自组装核壳耦合型纳米复合磁性材料的微结构建立与磁性控制机制

In this project, Sm-Co@Fe-Co exchange-coupled magnetic nano-powders which have core-shell microstructrue will be prepared using the seed-assisted hydrothermal method, with the help of Sm-Co nanoparticles as seeds introduced into the reducing solution of Fe-Co salt. Then bulk magnets of Sm-Co/Fe-Co are to be made from the obtained nano-powders by spark plasma sintering (SPS) technique. The present work is about to create a new hard/soft nano-phases exchange coupled system with a core-shell microstructure and study on the formation and controlling mechanism of the core-shell microstructure, which will contribute to controlling the size and distribution of magnetic phases, increasing the contact area between the two phases and improving the coupling strength in the exchange-coupled system. To enhance the lattice match level and get a strong coupling effect, more emphasis should be put on the microstructure and composition controllability of the core-shell boundary. Furthermore, this study will concerns about the restraining function of the core-shell boundaries and the solubility limit of Fe and Co in SmCox on the growing up quickly of the grains, which may offer a solution to the puzzles that the grains prefer to grow up and the magnetic phases are hard to distribute uniformly when the nanoparticles are heated in a mould under a high pressure. All in all, this project aims at expanding a new pathway for the fabrication of exchange coupled nano-magnets and illuminating the controlling mechanism of exchange coupling, realizing the designability of such materials and approaching the theoretical magnetic properties. Consequently, the research achievements can provide important theoretical basis and empirical experience for the development of exchange coupled magnetic materials with high performance.
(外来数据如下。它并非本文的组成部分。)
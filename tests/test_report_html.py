"""The printable reports (tamis.exchange.report_html): what a test, lot and daily report say.

The figures are the API's (``gradation`` and ``evaluate`` through tamis.api.handle, compared here
with what the report prints); the sieve-table arithmetic follows ASTM C136/C136M-14 section 9
(cumulative mass retained, percent passing = 100 x (dry mass - cumulative retained) / dry mass),
checked by hand on the demo test Q-L11-CP. The PDF of the printed page is checked in
e2e/test_report_print.py (headless chromium).
"""

from __future__ import annotations

import copy
import json
import re
import subprocess
import sys
from html.parser import HTMLParser
from pathlib import Path

import pytest

from tamis import SCREENING_NOTICE, api, demo
from tamis.exchange import record, report_html as R, wording

ROOT = Path(__file__).resolve().parent.parent


def demo_records():
    return [record.check_record(r) for r in demo.load_records()]


class Text(HTMLParser):
    """The visible text of a document (no style, no title), and the tags seen."""

    def __init__(self):
        super().__init__()
        self.parts, self.tags, self._skip = [], [], 0

    def handle_starttag(self, tag, attrs):
        self.tags.append(tag)
        if tag in ("style", "title"):
            self._skip += 1

    def handle_endtag(self, tag):
        if tag in ("style", "title"):
            self._skip -= 1

    def handle_data(self, data):
        if not self._skip:
            self.parts.append(data)


def text_of(html: str) -> tuple[str, list[str]]:
    p = Text()
    p.feed(html)
    return re.sub(r"\s+", " ", " ".join(p.parts)), p.tags


def api_call(op, **fields):
    return json.loads(api.handle(json.dumps({"schema": 1, "op": op, "id": 1, **fields})))


def test_a_test_report_holds_the_sieve_table_figures_checks_verdict_caution_and_signatures():
    recs = demo_records()
    got = R.build(recs, ids=["Q-L11-CP"])
    assert got["count"] == 1 and got["title"] == "Test report Q-L11-CP"
    text, tags = text_of(got["html"])
    assert "script" not in tags and "svg" in tags  # self-contained: the chart inline, no script
    for s in ("Project Tallowmere Dam (demo)", "Lot L11", "Sample Q-L11-CP", "Tested by I. Marchetti-Oduya",
              "When 2026-09-29 16:30 UTC", "station 0+280", "Band Zone 2 fine filter band (spec. TD-02)",
              "Base soil CORE-C1, Zone 1 core, sandy lean clay"):
        assert s in text, s
    # Sieve table, C136 section 9 by hand: No. 16 retains 221.0 g; cumulative 107.9 + 221.0 = 328.9 g;
    # passing 100 x (1037.6 - 328.9) / 1037.6 = 68.30 %; the band there is 25-85 %.
    assert "No. 16 1.18 221.0 328.9 31.7 68.3 25–85 in" in text
    assert "No. 200 0.075 54 978.5 94.3 5.7 0–5 OUT" in text
    # The figures, as the evaluate op gives them
    ev = api_call("evaluate", **{k: v for k, v in demo.evaluate_request(
        next(r for r in recs if r["meta"].get("sample_id") == "Q-L11-CP"), {r["record_id"]: r for r in recs}
    ).items() if k not in ("schema", "op", "id")})["result"]
    d15 = wording.num(ev["sample"]["d_mm"]["D15"])
    assert d15 == "0.186" and f" {d15} " in text
    assert "USCS SW-SM well-graded sand with silt" in text
    # every check, with its result, and the failing ones with value and limit
    for c in ev["checks"]:
        if c["status"] != "not_applicable" or c.get("advisory"):
            assert wording.title(c["id"]) in text, c["id"]
    assert "Fines content of the filter ✗ fails 5.7 % <= 5 % [1] design step 8" in text
    assert "Specification band ✗ fails margin -0.696 pts >= 0 pts project specification band" in text
    assert "Verdict: Fails a check (reject)" in text
    assert "Band: No. 200 passing 5.7 % > 5 %" in text and "Fines 5.7 % > 5 %" in text
    assert SCREENING_NOTICE in text
    for role in ("Tested by", "Checked by", "Engineer of record / accepted by"):
        assert role in text
    assert text.count("Signature:") == 3
    # sources named, the long documents once as numbered notes
    assert "[1] USDA NRCS National Engineering Handbook Part 633 Ch. 26" in text
    assert "ASTM C136/C136M-14, mass check after sieving" in text


def test_the_api_op_gives_the_same_document_and_refuses_bad_choices():
    recs = demo_records()
    out = api_call("report_html", records=recs, ids=["Q-L11-CP"], paper="a4")
    assert out["ok"], out
    assert out["result"]["html"] == R.build(recs, ids=["Q-L11-CP"], paper="a4")["html"]
    assert "@page{size:A4;" in out["result"]["html"]
    one = next(r for r in recs if r["meta"].get("sample_id") == "Q-L11-CP")
    ctx = [r for r in recs if r["record_id"] in (one["meta"]["band_id"], one["meta"]["base_id"])]
    alone = api_call("report_html", records=[one], context=ctx)["result"]["html"]
    assert "Verdict: Fails a check (reject)" in text_of(alone)[0]
    for bad, field in (({"paper": "a3"}, "paper"), ({"report": "week"}, "report"), ({"ids": ["nope"]}, "ids[0]"),
                       ({"report": "day", "day": "29.09.2026"}, "day"), ({"ids": [one["meta"]["band_id"]]}, "ids[0]")):
        resp = api_call("report_html", records=recs, **bad)
        assert not resp["ok"] and resp["error"]["field"] == field, (bad, resp)


def test_without_its_band_a_test_gets_no_verdict_and_says_why():
    recs = demo_records()
    one = next(r for r in recs if r["meta"].get("sample_id") == "Q-L11-CP")
    text, _ = text_of(R.build([one], ids=["Q-L11-CP"])["html"])
    assert "No verdict" in text and "is not among the records given" in text
    assert "Fails a check" not in text and "Meets the checks" not in text
    assert "Sieve analysis" in text and SCREENING_NOTICE in text


def test_typed_text_never_becomes_markup():
    recs = demo_records()
    one = copy.deepcopy(next(r for r in recs if r["meta"].get("sample_id") == "Q-0907-1"))
    one["meta"]["notes"] = '<script>alert("x")</script> & <b>bold</b>'
    one["meta"]["sample_id"] = "<img src=x onerror=alert(1)>"
    recs = [one if r["record_id"] == one["record_id"] else r for r in recs]
    html = R.build(recs, ids=[one["record_id"]])["html"]
    text, tags = text_of(html)
    assert "script" not in tags and "img" not in tags
    assert "<b>bold" not in html and "<img" not in html
    assert '<script>alert("x")</script> & <b>bold</b>' in text


def test_lot_and_daily_reports_list_the_tests_with_verdicts_and_reasons():
    recs = demo_records()
    lot = R.build(recs, kind="lot", lot="L11")
    text, _ = text_of(lot["html"])
    assert lot["count"] == 3 and "Lot report: L11" in text
    for sid in ("Q-L11-SP", "Q-L11-DL", "Q-L11-CP"):
        assert sid in text
    assert "3: 2 accept, 1 reject, 0 review, 0 without verdict" in text
    assert "Band: No. 200 passing 5.7 % > 5 %; Fines 5.7 % > 5 %" in text
    assert "Quantity not recorded on these tests" in text and SCREENING_NOTICE in text
    # the order is the sampling order: stockpile, delivery, compacted
    assert text.index("Q-L11-SP") < text.index("Q-L11-DL") < text.index("Q-L11-CP")
    day = R.build(recs, kind="day", day="2026-09-16")
    dtext, _ = text_of(day["html"])
    assert day["count"] == 2 and "Q-0916-1 " in dtext and "Q-0916-1R" in dtext
    assert "retest of Q-0916-1" in dtext and "Sieving mass balance: 0.889 % > 0.3 %" in dtext


def test_quantities_give_the_test_frequency_when_records_carry_them():
    recs = demo_records()
    lot = [r for r in recs if r["meta"].get("lot") == "L11"]
    for r, q in zip(lot, (120.0, 80.0, 100.0)):
        r["meta"]["quantity_m3"] = q
    text, _ = text_of(R.build(recs, kind="lot", lot="L11")["html"])
    assert "300 m³ in 3 tests: one test per 100 m³" in text
    assert "120 m³" in text


def test_cli_writes_the_report_and_keeps_the_table(tmp_path):
    csv_path = ROOT / "demo_data" / "demo_project.csv"
    out = tmp_path / "r.html"
    run = lambda *a: subprocess.run([sys.executable, "-m", "tamis", "report", str(csv_path), *a],  # noqa: E731
                                    capture_output=True, text=True, timeout=120)
    p = run("--html", str(out), "--test", "Q-L11-CP", "--test", "D-0922-1", "--paper", "letter")
    assert p.returncode == 0, p.stderr
    text, tags = text_of(out.read_text(encoding="utf-8"))
    assert tags.count("article") == 2 and "Q-L11-CP" in text and "D-0922-1" in text
    assert "wrote Test reports (2 tests) to" in p.stderr
    p = run("--html", str(out), "--lot", "L11")
    assert p.returncode == 0 and "Lot report: L11" in text_of(out.read_text(encoding="utf-8"))[0]
    p = run("--html", str(out), "--lot", "L99")
    assert p.returncode == 2 and "no test of lot L99" in p.stderr
    p = run("--html", str(out), "--test", "NOPE")
    assert p.returncode == 2 and "NOPE" in p.stderr
    p = run("--lot", "L11")
    assert p.returncode == 2 and "--html" in p.stderr
    p = run()  # the table, as before
    assert p.returncode == 0 and "20 tests: 15 accept, 5 reject" in p.stdout


@pytest.mark.parametrize("sid", ["Q-0907-1", "D-0922-1", "S-0918-T"])
def test_every_demo_verdict_and_reason_is_the_csvs(sid):
    """The report and the CSV's calc columns say the same (one wording, one computation)."""
    from tamis.exchange import summaries as S
    recs = demo_records()
    idx = {r["record_id"]: r for r in recs}
    one = next(r for r in recs if r["meta"].get("sample_id") == sid)
    s = S.compute_summary(one, idx)
    text, _ = text_of(R.build(recs, ids=[sid])["html"])
    assert f"({s['verdict']})" in text
    for line in s["reasons"]:
        assert line in text


def test_the_apps_policy_allows_the_reports_style_blocks_and_no_other():
    """The report frame inherits the app's Content-Security-Policy (CSP Level 3, policy inheritance of
    srcdoc documents): its style blocks are allowed by their hashes, listed in index.html and serve.py.
    After a change of the report's style sheet, print the new list with
    ``python -c "from tamis.exchange.report_html import style_hashes; print(' '.join(style_hashes()))"``."""
    want = set(R.style_hashes())
    assert len(want) == 4
    html = R.build(demo_records(), ids=["Q-L11-CP"])["html"]
    import base64
    import hashlib
    blocks = re.findall(r"<style>(.*?)</style>", html, re.S)
    assert len(blocks) == 2
    for b in blocks:
        assert f"'sha256-{base64.b64encode(hashlib.sha256(b.encode()).digest()).decode()}'" in want
    assert "style=" not in html  # no style attribute: the policy allows none
    for path in ("webapp/index.html", "scripts/serve.py"):
        src = (ROOT / path).read_text(encoding="utf-8")
        m = re.search(r"style-src 'self' ([^;\"]*)", src)
        assert m, path
        assert set(m.group(1).split()) == want, path
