// The one bridge between the page and the Python worker.
//
//   call(op, fields, {key})  -> Promise<response object>   (the tamis.api JSON contract)
//   callJSON(text, {key})    -> Promise<response string>   (the exact string tamis.api.handle returned)
//   callBatch(texts)         -> Promise<response strings>  (many requests in one message, answered in order)
//   onStatus(cb)             -> unsubscribe function; cb({stage, detail, progress, ready, error, ...})
//   whenReady()              -> Promise<ready status>; rejects if the worker cannot boot
//   startWorker()            -> starts the worker now (src/boot.js, before the screens' modules load)
//   onSnapshot(cb)           -> unsubscribe function; cb({state, reason, ...}) as the worker makes its memory
//                               snapshot in the background (docs/webapp.md "Boot paths"); shown to nobody
//
// A newer call with the same key supersedes an older one: the older promise
// resolves with {superseded: true}, and if it has not reached the worker yet it
// is never sent. The worker is never terminated to cancel (Pyodide boots slowly).
// Requests go to the worker one at a time, so a burst of edits costs one
// computation for the last edit, not one per keystroke.
//
// If the runtime itself fails (the files are missing, a wasm trap), pending and
// later calls reject with an Error whose message says so; status.error is set.

const WORKER_URL = new URL("./worker/worker.js", import.meta.url);

let worker = null;
let nextN = 1;
let status = { stage: "idle", detail: "the Python worker has not started", progress: 0, ready: false, error: null };
const listeners = new Set();
const waiting = [];        // jobs not yet sent to the worker
let inFlight = null;       // the job the worker is computing
const latestByKey = new Map();
const snapshotListeners = new Set();
let snapshotState = null;
// A snapshot boot that has not reached ready this long after its restore began is taken for hung (a damaged
// snapshot that loops instead of failing): the worker is replaced by one that refuses the snapshot and boots
// plainly (docs/webapp.md "Boot paths"). Requests wait in the bridge until ready, so none is lost.
// ?snapshot_restore_limit_ms=N on the page URL sets another limit (the e2e test of this path).
const RESTORE_LIMIT_MS = Number(new URLSearchParams(self.location.search).get("snapshot_restore_limit_ms")) || 15000;
let restoreTimer = null;
let restoredOnce = false;

/** Calls each listener of `set` with `value`; a listener that throws is logged, the others still run. */
function notify(set, value) {
  for (const cb of set) {
    try { cb(value); } catch (err) { console.error(err); }
  }
}

function setStatus(next) {
  status = { ...next };
  notify(listeners, status);
}

function fail(message) {
  setStatus({ stage: "failed", detail: message, progress: status.progress, ready: false, error: message });
  const jobs = inFlight ? [inFlight, ...waiting] : [...waiting];
  inFlight = null;
  waiting.length = 0;
  for (const job of jobs) job.reject(new Error(message));
}

function pump() {
  if (inFlight || !status.ready || !waiting.length) return;
  inFlight = waiting.shift();
  if (inFlight.batch) worker.postMessage({ type: "batch", n: inFlight.n, jsons: inFlight.json });
  else worker.postMessage({ type: "request", n: inFlight.n, json: inFlight.json });
}

function onMessage(event) {
  if (event.target !== worker) return;  // a worker replaced after a hung restore
  const msg = event.data || {};
  if (msg.type === "status") {
    if (status.error) return;  // a failed boot stays failed
    if (msg.restoring && !restoreTimer && !restoredOnce) {
      restoreTimer = setTimeout(() => {
        restoreTimer = null;
        restoredOnce = true;
        console.info(`tamis: the saved Python state did not reach ready in ${RESTORE_LIMIT_MS} ms; restarting plainly`);
        worker.terminate();
        worker = null;
        start("discard");
      }, RESTORE_LIMIT_MS);
    }
    if ((msg.ready || msg.error) && restoreTimer) {
      clearTimeout(restoreTimer);
      restoreTimer = null;
    }
    if (msg.error) fail(msg.error);
    else setStatus(msg);
    pump();
  } else if (msg.type === "response") {
    const job = inFlight && inFlight.n === msg.n ? inFlight : null;
    inFlight = null;
    if (job) {
      if (job.key !== undefined && latestByKey.get(job.key) === job.n) latestByKey.delete(job.key);
      if (msg.json === null) job.reject(new Error(msg.fatal || "the Python worker failed"));
      else if (!job.superseded) job.resolve(msg.json);
    }
    pump();
  } else if (msg.type === "fatal") {
    fail(msg.error);
  } else if (msg.type === "snapshot") {
    snapshotState = { ...msg };
    for (const cb of snapshotListeners) notify([cb], { ...snapshotState });
  }
}

function start(snapshotMode = null) {
  if (worker) return;
  const pageInstall = new URLSearchParams(self.location.search).get("install");
  const url = new URL(WORKER_URL);
  if (pageInstall === "micropip" || pageInstall === "unpack") url.searchParams.set("install", pageInstall);
  if (new URLSearchParams(self.location.search).get("snapshot") === "off") url.searchParams.set("snapshot", "off");
  else if (snapshotMode) url.searchParams.set("snapshot", snapshotMode);
  // A page a service worker controls: the worker's fetches go through it (its cache, and the browser's
  // compiled-code cache of the wasm runtime served from there), so the worker routes nothing itself.
  if (self.navigator && navigator.serviceWorker && navigator.serviceWorker.controller) url.searchParams.set("sw", "1");
  setStatus({ stage: "starting", detail: "starting the Python worker", progress: 0, ready: false, error: null });
  try {
    worker = new Worker(url, { type: "module", name: "tamis-python" });
  } catch (err) {
    fail(`the Python worker could not start: ${err.message}`);
    return;
  }
  worker.addEventListener("message", onMessage);
  worker.addEventListener("error", (event) => {
    event.preventDefault();
    if (event.target !== worker) return;
    fail(`the Python worker script failed to load${event.message ? `: ${event.message}` : ""}; ` +
      "the app's files may be missing (rebuild with make build)");
  });
  worker.addEventListener("messageerror", () => fail("the Python worker sent a message that could not be read"));
}

/** Start the Python worker now (every other export starts it on first use too). */
export function startWorker() {
  start();
}

/** Send one request string; resolves with the response string (or {superseded: true}). */
export function callJSON(json, { key, batch = false } = {}) {
  start();
  if (status.error) return Promise.reject(new Error(status.error));
  return new Promise((resolve, reject) => {
    const job = { n: nextN++, json, key, batch, resolve, reject, superseded: false };
    if (key !== undefined && key !== null) {
      const olderN = latestByKey.get(key);
      if (olderN !== undefined) supersede(olderN);
      latestByKey.set(key, job.n);
    }
    waiting.push(job);
    pump();
  });
}

function supersede(n) {
  const i = waiting.findIndex((job) => job.n === n);
  const job = i >= 0 ? waiting.splice(i, 1)[0] : inFlight && inFlight.n === n ? inFlight : null;
  if (!job) return;
  job.superseded = true;
  job.resolve({ superseded: true });
}

/**
 * Send many request strings in one message: the worker answers them in order,
 * one after the other, in one reply (an array of response strings). Other
 * calls wait until the whole batch is answered, so keep batches short.
 */
export function callBatch(jsons) {
  return jsons.length ? callJSON(jsons, { batch: true }) : Promise.resolve([]);
}

/** Send {"schema": 1, "op": op, "id": n, ...fields}; resolves with the parsed response. */
export async function call(op, fields = {}, { key } = {}) {
  start();
  const n = nextN;  // the id the request will carry, unless fields override it
  const text = await callJSON(JSON.stringify({ schema: 1, op, id: n, ...fields }), { key });
  return typeof text === "string" ? JSON.parse(text) : text;
}

/** Subscribe to boot stages; cb is called at once with the current status. Returns an unsubscribe function. */
export function onStatus(cb) {
  listeners.add(cb);
  start();
  notify([cb], status);
  return () => listeners.delete(cb);
}

/** Resolves with the ready status once the self-test passed; rejects if the worker cannot boot. */
export function whenReady() {
  start();
  return new Promise((resolve, reject) => {
    const check = (s) => {
      if (s.ready) { off(); resolve(s); } else if (s.error) { off(); reject(new Error(s.error)); }
    };
    const off = onStatus((s) => queueMicrotask(() => check(s)));
  });
}

/** Subscribe to the background memory snapshot's progress; cb is called at once if there is news. */
export function onSnapshot(cb) {
  snapshotListeners.add(cb);
  start();
  if (snapshotState) notify([cb], { ...snapshotState });
  return () => snapshotListeners.delete(cb);
}

/** The current status (a copy). */
export function currentStatus() {
  return { ...status };
}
本项目将Sm-Co纳米颗粒引入Fe-Co盐液相还原体系作为晶种，通过晶种辅助的水热法制备Sm-Co@Fe-Co核@壳结构交换耦合型纳米磁粉，并用等离子快速烧结技术制备Sm-Co/Fe-Co块状磁体。项目将建立具有核@壳结构的硬/软纳米磁性相交换耦合新体系，研究核@壳结构的形成及控制机理，解决目前耦合体系中存在的磁性相尺度与分布不可控，两相接触面积偏小，交换耦合强度不高等问题；利用核@壳界面微结构成分的可调性，提高相界面晶格匹配度，增强交换耦合效果；利用核@壳相界面与Fe、Co在SmCox中的溶解极限对晶粒快速生长的阻止效应，解决纳米颗粒块体化加热过程中晶粒易长大、磁性相体积分布不均的问题。项目旨在开拓纳米耦合磁体制备的新思路并阐明其控制机制，进一步实现此类材料的可设计性并接近理论磁性能，为开辟生产高磁性能耦合型磁性材料的新途径提供重要的理论基础和实验参考。

本项目将Sm-Co纳米颗粒引入Fe-Co盐液相还原体系作为晶种，通过晶种辅助的化学法制备了Sm-Co@Fe-Co核@壳结构交换耦合型纳米磁粉与Sm-Co/Fe-Co块状磁体。项目建立了具有核@壳结构的硬/软纳米磁性相交换耦合新体系，研究了核@壳结构的形成及控制机理，讨论了磁性相尺度与分布不可控，两相接触面积偏小，交换耦合强度不高等问题；利用核@壳界面微结构成分的可调性，提高了相界面晶格匹配度，增强交换耦合效果；探究了核@壳相界面与Fe、Co在SmCox中的溶解极限对晶粒快速生长的阻止效应等问题。项目为开辟生产高磁性能耦合型磁性材料的新途径提供了重要的理论基础和实验参考。